Les irrita el apellido de la directora. Socióloga y cineasta con antecedentes sobrados, Agustina Macri nunca hizo valer su vínculo familiar con su padre, el presidente Mauricio. Es más, antes del estreno, aclaró que no recibió financiamiento del Instituto de Cine y Artes Audiovisuales (por otro lado, si hubiese ganado alguno de sus concursos, no sería cuestionable), lo que deja en el absurdo la afirmación de que la película se había pagado con los dineros de los argentinos.

Nadie puede ser acusado de ser hijo de otra persona por el mero hecho de tener algunos sus genes. Si hay algún cuestionamiento, debería en todo caso surgir de que el descendiente reivindique, repita o avale las ideas de su progenitor. Así, hará suyo el pensamiento de otro, en este caso de su misma sangre y, al hacerlo, cargará con la responsabilidad en cabeza propia y convencido de los argumentos, no como una pesada herencia.
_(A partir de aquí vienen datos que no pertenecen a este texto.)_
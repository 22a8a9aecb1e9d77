/* source.h - the bytes of a document: is it plain text, and where in it is line 3, column 7. */
#ifndef BH_DOCUMENT_SOURCE_H
#define BH_DOCUMENT_SOURCE_H

#include <stdbool.h>
#include <stddef.h>
#include <stdint.h>

#include "beamhours/base/diag.h"

/* A place that is moved through a text; the text belongs to the caller. */
typedef struct {
    const char *bytes;
    size_t length; /* [bytes] */
    size_t byte;   /* where the place is, 0 <= byte <= length */
    bh_mark at;    /* the same as name, line and column, in code points from 1 */
} bh_cursor;

/* The first place of a text called `name`: behind a byte order mark where it has one. */
bh_cursor bh_cursor_start(const char *bytes, size_t length, const char *name);

/* Moves to a line and column counted from 0, or to the nearest place before it that exists.
 * Forward moves cost what they pass; a move back begins again at the first place. */
void bh_cursor_go(bh_cursor *cursor, size_t line, size_t column);

/* The bytes of the code point that `bytes` (of which `left` remain) begin with, 1 to 4, and the
 * code point itself; 0 where they are not UTF-8. */
size_t bh_utf8_read(const char *bytes, size_t left, uint32_t *point);

/* Can the code point not be seen in an editor (controls but for tab and LF; marks of order;
 * marks of no width or of direction, which could show a line as another)?
 * Is it one that ends a line only for some programs? */
bool bh_utf8_hidden(uint32_t point);
bool bh_utf8_line_end(uint32_t point);

/* Demands UTF-8 without hidden characters and odd line ends; says the first fault, of the mapping
 * `key`, and returns false where there is one. */
bool bh_source_check(bh_cursor start, const char *key, bh_diags *diags);

/* Copies into `out` (`size` bytes, at least 8) what stands at `from`, at most to the end of the
 * line or to byte `to`, without blanks at the end, whole code points only; "..." marks a cut. */
void bh_source_excerpt(const bh_cursor *cursor, size_t from, size_t to, char *out, size_t size);

#endif
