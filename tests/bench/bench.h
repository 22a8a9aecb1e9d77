/* bench.h - the clock and the lines of goals that the bench programs share. */
#ifndef TESTS_BENCH_H
#define TESTS_BENCH_H

#include <stdbool.h>
#include <stdio.h>
#include <stdlib.h>
#include <time.h>

/* Seconds of this thread's processor: other programs may be running. */
static inline double bench_now(void)
{
    struct timespec t;
    clock_gettime(CLOCK_THREAD_CPUTIME_ID, &t);
    return (double)t.tv_sec + 1e-9 * (double)t.tv_nsec;
}

/* One line of the report; whether the goal is met. */
static inline bool bench_goal(const char *what, double got, double most, const char *unit)
{
    const bool met = got > 0 && got <= most;
    printf("%s  %-64s %8.3g %s (at most %g)\n", met ? "PASS" : "FAIL", what, got, unit, most);
    return met;
}

/* What main returns: other programs make times shake, so that a miss fails only when asked to. */
static inline int bench_end(bool met)
{
    return met || !getenv("BENCH_STRICT") ? EXIT_SUCCESS : EXIT_FAILURE;
}

#endif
Esto vale tanto con los hijos de los genocidas (muchos militan en organismos de derechos humanos y repudian públicamente a sus progenitores), de los revolucionarios, de los presidentes o ex y de cualquier otro mortal.

El escándalo se dio en medio del cierre de la votación para definir qué película argentina competirá por los premios Oscar y Goya (España). “Soledad” está en carrera en un segundo pelotón, detrás de los que cuentan con el apoyo de la industria y con reparto famoso, como “Mi obra maestra”, “El amor menos pensado”, “El Ángel”, “La quietud”, “Acusada” o “Animal”. En ese grupo de retaguardia se puede sumar sin exagerar la tucumana “El motoarrebatador”, una de las películas argentinas que más premios viene recibiendo en festivales dentro y fuera del país en este año (este fin de semana ganó en Nara, Japón), y que mañana se estrenará en San Sebastián, antes de llegar a Suiza y a Estados Unidos.
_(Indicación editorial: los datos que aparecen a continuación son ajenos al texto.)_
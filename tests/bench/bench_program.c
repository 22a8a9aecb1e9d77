/* bench_program.c - the same average as a NumPy script, and a demo plan from start to finish. */
#include <fcntl.h>
#include <math.h>
#include <string.h>
#include <sys/wait.h>
#include <unistd.h>

#include "beamhours/physics/process.h"
#include "beamhours/rates/average.h"
#include "bench.h"

#define PYTHON "/usr/bin/python3"
#define SCRIPT "tests/bench/average.py"
#define PLAN   "plans/hydrogen-separation.yaml"

enum { BINS = 20, ARMS = 50, ROUNDS = 5, RUNS = 15 };

/* --- against NumPy --- */

static void cross_section(void *context, size_t n, const double *theta, double *value)
{
    const bh_encounter *x = context;
    const bh_collision in = {x->beam->mass, x->target, x->kinetic};
    bh_event event[64];
    for (size_t i = 0; i < n; i += 64) {
        const size_t now = n - i < 64 ? n - i : 64;
        bh_kinematics_batch(&in, now, theta + i, BH_BRANCH_FAST, event);
        bh_process_find("elastic")->cross_section(x, now, event, value + i);
    }
}

/* Fills the sum over all bins of all arms [ub]; microseconds per bin, the best of some rounds. */
static double averages(double *total)
{
    bh_particle massless;
    bh_structure *dipole = bh_structure_new("dipole", 1, 1, NULL);
    bh_average_workspace *workspace = bh_average_workspace_new();
    if (!dipole || !workspace || !bh_particle_find("electron", &massless))
        return -1;
    massless.mass = 0; /* as the script has it */
    bh_encounter x = {&massless, -1, 1, 1, 938.27208943, 855, dipole, 0};
    const bh_average_request request = {.function = cross_section, .context = &x};
    static bh_average bins[BINS];
    double best = HUGE_VAL;
    for (int round = 0; round < ROUNDS; round++) {
        const double start = bench_now();
        *total = 0;
        for (int i = 0; i < ARMS; i++) {
            const bh_acceptance_spec spec = {.shape = BH_ACCEPTANCE_RECTANGLE,
                                             .angle = 0.4 + 0.02 * i,
                                             .in_plane_from = -0.028,
                                             .in_plane_to = 0.028,
                                             .out_of_plane_from = -0.07,
                                             .out_of_plane_to = 0.07,
                                             .bins = BINS};
            bh_acceptance a;
            bh_averages sums = {.bins = bins};
            if (bh_acceptance_make(&spec, &a, NULL) ||
                bh_average_over(&a, &request, workspace, &sums, NULL))
                return -1;
            for (int b = 0; b < BINS; b++)
                *total += bins[b].total;
        }
        best = fmin(best, (bench_now() - start) / BINS / ARMS * 1e6);
    }
    bh_average_workspace_free(workspace);
    bh_structure_free(dipole);
    return best;
}

static bool against_numpy(void)
{
    double theirs = 0, their_total = 0, total = 0;
    FILE *script = access(PYTHON, X_OK) == 0 ? popen(PYTHON " " SCRIPT " 2>/dev/null", "r") : NULL;
    const bool told = script && fscanf(script, "%lf %lf", &theirs, &their_total) == 2;
    if (script)
        (void)pclose(script);
    const double ours = averages(&total);
    if (!told) {
        printf("SKIP  the same average in NumPy: no " PYTHON " with numpy here (ours: %.2f us a "
               "bin)\n",
               ours);
        return true;
    }
    printf("      a bin: %.3f us, in NumPy %.3f us\n", ours, theirs);
    bool met =
        bench_goal("the same average, time over that of a NumPy script", ours / theirs, 1, "");
    met &= bench_goal("its difference from the script's sum", fabs(total / their_total - 1) + 1e-18,
                      1e-6, "");
    return met;
}

/* --- the program --- */

static double wall(void)
{
    struct timespec t;
    clock_gettime(CLOCK_MONOTONIC, &t);
    return (double)t.tv_sec + 1e-9 * (double)t.tv_nsec;
}

/* Seconds of one run of the program; -1 when it fails. */
static double one_run(const char *program)
{
    const double start = wall();
    const pid_t child = fork();
    if (child == 0) {
        const int nothing = open("/dev/null", O_WRONLY);
        if (nothing >= 0) {
            (void)dup2(nothing, 1);
            (void)dup2(nothing, 2);
        }
        execl(program, "beamhours", "table", PLAN, (char *)NULL);
        _exit(127);
    }
    int status = 1;
    if (child < 0 || waitpid(child, &status, 0) != child || status != 0)
        return -1;
    return wall() - start;
}

static bool demo_plan(const char *self)
{
    char program[512];
    const char *tests = strstr(self, "/tests/");
    snprintf(program, sizeof program, "%.*s/beamhours", tests ? (int)(tests - self) : 0, self);
    double best = HUGE_VAL;
    for (int i = 0; i < RUNS; i++) {
        const double took = one_run(program);
        best = took < 0 ? -1 : fmin(best, took);
        if (best < 0)
            break;
    }
    return bench_goal("beamhours table " PLAN ", start to finish", best * 1e3, 20, "ms");
}

int main(int count, char **arguments)
{
    bool met = against_numpy();
    met &= count > 0 && demo_plan(arguments[0]);
    return bench_end(met);
}
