/* note.h - a change in a few words, and what changed as it is called afterwards. */
#ifndef BH_DOCUMENT_NOTE_H
#define BH_DOCUMENT_NOTE_H

#include "beamhours/base/text.h"
#include "beamhours/document/splice.h"

/* Of a change that was made: what changed, in the document after it; the list or mapping that lost
 * an item or key. */
const bh_node *bh_note_node(const bh_splice *made);

/* Of a change that was made, while the document before it is still there: appends "beam.current:
 * 20 uA -> 30 uA" to `note`, and to `path` the path of what changed in the document after it. */
void bh_note_change(const bh_splice *made, bh_text *note, bh_text *path);

#endif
En los hechos, la batalla que se está librando en la elección es la lucha entre los que tienen financiamiento asegurado antes de empezar a filmar y los que construyen casi artesanalmente sus películas, hilvanando escenas y procurando gastar lo menos posible. El rediseño económico del Incaa está abandonando a los segundos y centrándose en los primeros, cuando debería ser (y fue hasta hace poco) exactamente al revés. Todo esto en un mes histórico para el cine argentino: con estrenos taquilleros y beneficiados por la promoción del Incaa (entradas a mitad de precio para la producción nacional entre el 9 de agosto y el 9 de septiembre), más del 50% de quienes concurrieron a las salas vieron un filme nacional (1,3 millón de personas).
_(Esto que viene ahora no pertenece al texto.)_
static bh_code sum_boosted(struct making *m, const struct task *t, double weight, int boost,
                           bh_error *err)
{
    struct task with;
    bh_code code = fit_radiated(m, t, boost, &with, err);
    if (!code)
        code = add_up(m, &with.request, &m->places.at, err);
    for (int i = 0; !code && i < m->parts; i++)
        m->sums[i].boosted[boost - BH_BOOSTED_DOWN] += weight * part_of(m, i)->kept;
    return code;
}

static bh_code sum_task(struct making *m, const struct task *t, double weight, int boost,
                        bh_error *err)
{
    if (boost)
        return sum_boosted(m, t, weight, boost, err);
    const bool only = m->request->radiated_only && !is_idle(m->request);
    bh_code code = only ? BH_OK : sum_total(m, t, weight, err);
    if (!code)
        code = sum_radiated(m, t, weight, err);
    if (!code && m->request->sensitivities)
        code = sum_moved(m, t, weight, err);
    return code;
}

static bh_arrival arrival_of(const struct making *m, int boost)
{
    return (bh_arrival){.leaver = m->leaver,
                        .channel = &m->request->channel,
                        .from = m->request->cut ? m->request->momentum_from : 0,
                        .to = m->request->cut ? m->request->momentum_to : (double)INFINITY,
                        .polar = m->places.polar,
                        .boost = boost};
}

/* Each depth with the angles at which its particles arrive within the bite. */
static bh_code sum_depths(struct making *m, struct task *t, int boost, bh_error *err)
{
    const bh_channel_request *r = m->request;
    const bh_arrival arrival = arrival_of(m, boost);
    bh_code code = BH_OK;
    t->request.cut = true;
    bh_vertex refined[BH_MOST_REFINED];
    const size_t more = bh_arrival_refine(&arrival, r->vertices, r->vertex_count, refined);
    const bh_vertex *vertices = more > 0 ? refined : r->vertices;
    const size_t count = more > 0 ? more : r->vertex_count;
    for (size_t i = 0; !code && i < count; i++) {
        const bh_vertex *v = &vertices[i];
        t->energies = (bh_energies){.count = 1, .kinetic = {v->kinetic[boost]}, .weight = {1}};
        t->request.allowed_count = bh_arrival_angles(&arrival, v, t->allowed);
        code = sum_task(m, t, v->weight, boost, err);
    }
    return code;
}

/* Where the bite without resolution begins and ends at the depth of a task. */
static bh_code set_sharp(const struct making *m, struct task *t, bh_error *err)
{
    const bh_channel_request *r = m->request;
    const bh_encounter *e = &r->channel.encounter;
    if (m->leaver) {
        const bh_arrival arrival = arrival_of(m, t->boost);
        t->request.allowed_count = bh_arrival_angles(&arrival, t->vertex, t->allowed);
        return BH_OK;
    }
    const bh_collision in = {
        .mass = e->beam->mass, .target = e->target, .kinetic = t->vertex->kinetic[t->boost]};
    const bh_bite bite = {.detected = detected_of(&r->channel),
                          .momentum_from = r->momentum_from,
                          .momentum_to = r->momentum_to};
    return bh_bite_angles(&in, &bite, t->allowed, &t->request.allowed_count, err);
}

/* Splits the polar angles about each end of the bite, where what is kept changes within a few
 * standard deviations: sums over whole pieces are sums of smooth functions. */
static bh_code set_pieces(const struct making *m, struct task *t, bh_error *err)
{
    enum { MOST = 5 }; /* ends that fit */
    static const double wide = 7;
    const bh_interval polar = m->places.polar;
    const bh_code code = set_sharp(m, t, err);
    if (code)
        return code;
    bh_taken taken = t->smeared->taken;
    taken.boost = t->boost;
    double at[3 * MOST + 1];
    size_t n = 0;
    for (size_t i = 0; i < 2 * t->request.allowed_count && n < 3 * MOST; i++) {
        const double end = i % 2 ? t->allowed[i / 2].to : t->allowed[i / 2].from;
        if (!(end > polar.from && end < polar.to))
            continue;
        const double width = wide * bh_taken_width(&taken, t->vertex, end);
        const double before = n ? at[n - 1] : polar.from;
        at[n] = fmin(fmax(end - width, before), end);
        at[n + 1] = fmax(end, before);
        at[n + 2] = fmax(at[n + 1], fmin(end + width, polar.to));
        n += 3;
    }
    at[n] = (double)INFINITY;
    t->request.allowed_count = 0;
    for (size_t i = 0; i <= n; i++) {
        const double from = i ? at[i - 1] : 0;
        if (at[i] > from)
            t->allowed[t->request.allowed_count++] = (bh_interval){from, at[i]};
    }
    return BH_OK;
}

/* One fit for all events, one for those that are counted. */
static bh_code sum_smeared(struct making *m, struct task *t, int boost, bh_error *err)
{
    const struct smeared *s = &m->smeared;
    bh_code code = BH_OK;
    if (!boost) {
        bh_energies_of(s->vertices, s->count, boost, &t->energies);
        t->request.cut = true; /* nothing is kept of it */
        t->request.allowed_count = 0;
        code = sum_total(m, t, 1, err);
    }
    t->smeared = s;
    t->boost = boost;
    t->request.function = evaluate_kept;
    t->request.tolerance = s->tolerance;
    t->request.cut = true;
    for (size_t i = 0; !code && i < s->count; i++) {
        t->vertex = &s->vertices[i];
        code = set_pieces(m, t, err);
        if (!code)
            code = sum_task(m, t, t->vertex->weight, boost, err);
    }
    for (int i = 0; !boost && i < m->parts; i++) /* what the floor under the logarithm gave */
        if (m->sums[i].kept < 2 * BARELY * m->sums[i].total)
            m->sums[i].kept = m->sums[i].radiated = 0;
    return code;
}

static bh_code sum_boost(struct making *m, bh_arriving arriving, int boost, bh_error *err)
{
    struct task t;
    set_function(m->request, &t);
    if (m->is_smeared)
        return sum_smeared(m, &t, boost, err);
    if (!m->leaver) {
        const bh_code code = set_up_lossless(m->request, boost, &t, err);
        return code ? code : sum_task(m, &t, 1, boost, err);
    }
    if (arriving == BH_ARRIVE_SOME)
        return sum_depths(m, &t, boost, err);
    bh_energies_of(m->request->vertices, m->request->vertex_count, boost, &t.energies);
    t.request.cut = arriving == BH_ARRIVE_NONE;
    t.request.allowed_count = 0;
    return sum_task(m, &t, 1, boost, err);
}

/* How the momentum resolution acts; true where it takes care that all are counted. */
static bool set_smearing(struct making *m)
{
    const bh_channel_request *r = m->request;
    const bh_encounter *e = &r->channel.encounter;
    struct smeared *s = &m->smeared;
    const bh_particle detected = bh_channel_detected(&r->channel);
    s->taking =
        (bh_taking){.cut = r->cut,
                    .bite = {.momentum_from = r->momentum_from, .momentum_to = r->momentum_to},
                    .rms = r->rms,
                    .mass = detected.mass};
    s->taken = (bh_taken){.channel = &r->channel, .leaver = m->leaver, .taking = &s->taking};
    s->alone = (bh_vertex){.weight = 1,
                           .kinetic = {e->kinetic,
                                       bh_boosted_kinetic(e->beam, e->kinetic, -BH_STEP_MOMENTUM),
                                       bh_boosted_kinetic(e->beam, e->kinetic, BH_STEP_MOMENTUM)}};
    s->vertices = m->leaver ? r->vertices : &s->alone;
    s->count = m->leaver ? r->vertex_count : 1;
    const bh_smearing how = bh_taken_smearing(&s->taken, s->vertices, s->count, m->places.polar);
    m->is_smeared = how == BH_SMEARED_SOME;
    s->tolerance = fmin(1e-4, fmax(2e-7, 1e-9 / bh_taken_fineness(&s->taking)));
    return how == BH_SMEARED_ALL;
}

static bh_code make(struct making *m, bh_error *err)
{
    const bh_channel_request *r = m->request;
    bh_arriving arriving = BH_ARRIVE_ALL;
    bh_code code = bh_sum_places_of(r, &m->places, m->scratch->edges[0], err);
    const bool all = !code && set_smearing(m);
    if (all) {
        m->all = *r;
        m->all.cut = false;
        m->request = &m->all;
    }
    if (!code && m->leaver && !all) {
        const bh_arrival arrival = arrival_of(m, BH_AS_IT_IS);
        arriving = bh_arrival_at_a_glance(&arrival, r->vertices, r->vertex_count);
    }
    for (int i = 0; i < m->parts; i++)
        m->sums[i].converged = true;
    for (int boost = 0; !code && boost < (r->sensitivities ? BH_BOOSTS : 1); boost++)
        code = sum_boost(m, arriving, boost, err);
    return code;
}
Ya demasiado tienen que pelear las películas que no cuentan con el respaldo de las grandes productoras y/o de los canales porteños de televisión para, encima, soportar el hostigamiento de algunos grupos marginales. Lo ocurrido con “Soledad” es, simplemente, un acto de censura más de los muchos que conocemos los argentinos, esta vez en manos de particulares y no del Estado: si yo no quiero o no me gusta, nadie la verá; lo podía decir el censor Miguel Paulino Tato en la dictadura, estos militantes equivocados o el tucumano que rompió la instalación del artista Res en las puertas de la Casa Histórica hace dos años.

Hay que entender, de una vez por todas, que la producción y realización de un hecho artístico debe ser un absoluto que no admite condicionamientos; que en ella se refleja la diversidad de pensamientos y estéticas de una sociedad, su complejidad y riqueza intelectual; y que la creación no busca la complacencia sino el respeto de todos. La única excepción posible sería evitar la apología de un delito.

En este sentido, se debe asumir además que la actitud debe ser inclusiva de las diferencias y que la convivencia implica aceptación, lo que es mucho más que meramente soportar al otro. “La tolerancia es fascismo en reposo”, dijo alguna vez Diego Peter Capusotto, en una síntesis admirable.